I recently removed several unused books from one of the shelves in my office at church, and as I looked at some of them, I realized I should never have bought them. Some of the other books I removed had found their way into my possession because I claimed them off of some freebie table. I should have let those books remain as orphans on that freebie table. There are other books that I bought thinking they would become long-term resources for my ministry, but trends change.
My shelves are organized by themes. Some shelves feature books on counseling while others feature history books. I have a few shelves filled with Bible studies, and others are filled with books about worship. I probably still have too many books that languish in loneliness with no one interested in opening them. But when I look at my shelves, I am thankful for the top row of books—books I will never leave as orphans on a freebie table.

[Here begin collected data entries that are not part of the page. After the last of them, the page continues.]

impl<'h, const K: usize> HistogramBlock<'h, K> {
    #[inline(always)]
    pub(crate) fn new(histograms: [&'h mut Histogram; K]) -> Self {
        let lower: [f64; K] = std::array::from_fn(|k| histograms[k].lower);
        let per_bin: [f64; K] = std::array::from_fn(|k| histograms[k].per_bin);
        let len_f: [f64; K] = std::array::from_fn(|k| histograms[k].counts.len() as f64);
        let parts = histograms.map(|h| {
            let Histogram {
                counts,
                underflow,
                overflow,
                not_a_number,
                ..
            } = h;
            (&mut counts[..], [underflow, overflow, not_a_number])
        });
        HistogramBlock {
            lower,
            per_bin,
            len_f,
            len_bits: len_f.map(f64::to_bits),
            outside: [[0; 3]; K],
            parts,
        }
    }

    /// Adds `x` to each histogram.
    #[inline(always)]
    pub(crate) fn push(&mut self, x: f64) {
        for k in 0..K {
            let u = (x - self.lower[k]) * self.per_bin[k];
            // `0 ≤ u < len` as one integer comparison: the bits of
            // non-negative floats order as the floats do, while a negative u
            // (sign bit set) and a NaN (bits above those of ∞) compare above
            // the bits of any finite len. Only −0, in bin 0 by `u >= 0.0`,
            // fails it wrongly; it takes the full test.
            if u.to_bits() < self.len_bits[k] || (u >= 0.0 && u < self.len_f[k]) {
                // SAFETY: 0 ≤ u < len ≤ 10⁷ here (checked just above), so u
                // truncates to an integer that fits an i64, which is all
                // `to_int_unchecked` asks; it spares the saturating cast's
                // clamps. Truncating u < len gives at most len − 1 (len is
                // exact as f64), so the index is in bounds.
                unsafe {
                    let i = u.to_int_unchecked::<i64>() as usize;
                    *self.parts[k].0.get_unchecked_mut(i) += 1;
                }
            } else {
                // Underflow, overflow, or NaN (fails every comparison).
                let class = if u < 0.0 {
                    0
                } else if u >= self.len_f[k] {
                    1
                } else {
                    2
                };
                self.outside[k][class] += 1;
            }
        }
    }

    /// Adds the outside counts to the histograms.
    #[inline(always)]
    pub(crate) fn finish(self) {
        let mut parts = self.parts;
        for (k, (_, totals)) in parts.iter_mut().enumerate() {
            for (total, n) in totals.iter_mut().zip(self.outside[k]) {
                **total += n;
            }
        }
    }
}
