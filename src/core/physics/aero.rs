//! Drag coefficient against Mach number for one vehicle configuration.
//!
//! Drag force (point mass, along the Earth-relative velocity):
//! `F = −½ ρ |v_rel| v_rel C_D(M) S_ref`, `M = |v_rel| / a(h)` (any flight-mechanics text, e.g.
//! Curtis, *Orbital Mechanics for Engineering Students*, §11.3).

/// Reference area and a C_D(Mach) table, linear between points and constant beyond the ends.
#[derive(Debug, Clone, PartialEq)]
pub struct DragTable {
    /// Reference area, m².
    pub ref_area_m2: f64,
    /// Mach numbers, strictly increasing.
    mach: Vec<f64>,
    /// Drag coefficients at `mach`.
    cd: Vec<f64>,
    /// Factor on every tabulated C_D (1 as written; a dispersion or trade factor changes it).
    pub cd_scale: f64,
}

impl DragTable {
    /// Builds a table from validated `[Mach, C_D]` pairs (Mach strictly increasing, at least one
    /// point; checked by the problem validator).
    pub fn new(ref_area_m2: f64, points: &[[f64; 2]]) -> Self {
        Self {
            ref_area_m2,
            mach: points.iter().map(|p| p[0]).collect(),
            cd: points.iter().map(|p| p[1]).collect(),
            cd_scale: 1.0,
        }
    }

    /// A constant drag coefficient at every Mach number.
    pub fn constant(ref_area_m2: f64, cd: f64) -> Self {
        Self::new(ref_area_m2, &[[0.0, cd]])
    }

    /// C_D at Mach `mach` (no allocation: linear scan of a short table).
    pub fn cd(&self, mach: f64) -> f64 {
        self.table_cd(mach) * self.cd_scale
    }

    /// Tabulated C_D at `mach` (linear between nodes, held beyond the ends), without the scale.
    fn table_cd(&self, mach: f64) -> f64 {
        let n = self.mach.len();
        if n == 0 {
            return 0.0;
        }
        if mach <= self.mach[0] {
            return self.cd[0];
        }
        for i in 1..n {
            if mach <= self.mach[i] {
                let f = (mach - self.mach[i - 1]) / (self.mach[i] - self.mach[i - 1]);
                return self.cd[i - 1] + f * (self.cd[i] - self.cd[i - 1]);
            }
        }
        self.cd[n - 1]
    }

    /// Product C_D·S_ref at Mach `mach`, m².
    pub fn cd_area_m2(&self, mach: f64) -> f64 {
        self.cd(mach) * self.ref_area_m2
    }
}

#[cfg(test)]
mod tests {
    use super::*;
    use approx::assert_relative_eq;

    #[test]
    fn interpolates_linearly_and_holds_the_ends() {
        let t = DragTable::new(2.0, &[[0.5, 0.3], [1.0, 0.5], [3.0, 0.25]]);
        assert_relative_eq!(t.cd(0.0), 0.3);
        assert_relative_eq!(t.cd(0.75), 0.4, epsilon = 1e-15);
        assert_relative_eq!(t.cd(2.0), 0.375, epsilon = 1e-15);
        assert_relative_eq!(t.cd(10.0), 0.25);
        assert_relative_eq!(t.cd_area_m2(1.0), 1.0);
    }
}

In the beginning of my ministry, I searched my father’s shelves, grabbing the books he told me were either foundational or ones that helped him sort his way through the ruts that happen in the ministry. At the time, he wasn’t ready yet to get rid of his top row of books. But a few more years passed, and then I received my chance. I grabbed a few boxes and went to his office. I filled the boxes carefully, and then gleefully arrived at my own office. I know that for others this moment of joy could seem nerdy. But now on my book shelves I have a set of Luther’s Works, and I have begun my subscription to new editions that are regularly being published.
My grandfather was the first to begin this tradition of buying Luther’s Works. I remember my dad sharing with me a story of my grandmother receiving his books in the mail. She, too, would read them, and then she would engage in theological conversations with my grandfather. My Aunt Rita reminded me that my grandmother had a keen interest in all of Scripture and often went with Grandpa to the pastors’ get-togethers. She became very knowledgeable and got into deep discussions with other pastors and their wives. Her desire to have rich conversations about theology was fueled by her love for the written Word.
When my grandmother was a senior in high school, her house burned to the ground. She couldn’t go to college as she had planned and deeply desired. Instead, she ended up going to business school in Hannibal, Missouri. One February, she met the young and handsome new pastor, and they married in December. Her education continued throughout her life. When I read the Luther’s Works volumes that rest on my selves, I am connected to the power of the words on those pages to excite faith and encourage conversations about the promises of God.
I also have the Logos edition of Luther’s Works which is helpful for searching specific words or phrases, but I still find myself looking up to that top shelf. I grab a volume down from that shelf and flip through the pages. My grandfather died when I was seven. My grandmother died when I was twelve. The smell, the touch, and the sound of the pages in my hand help confirm to me the power of the Word of God to build relationships.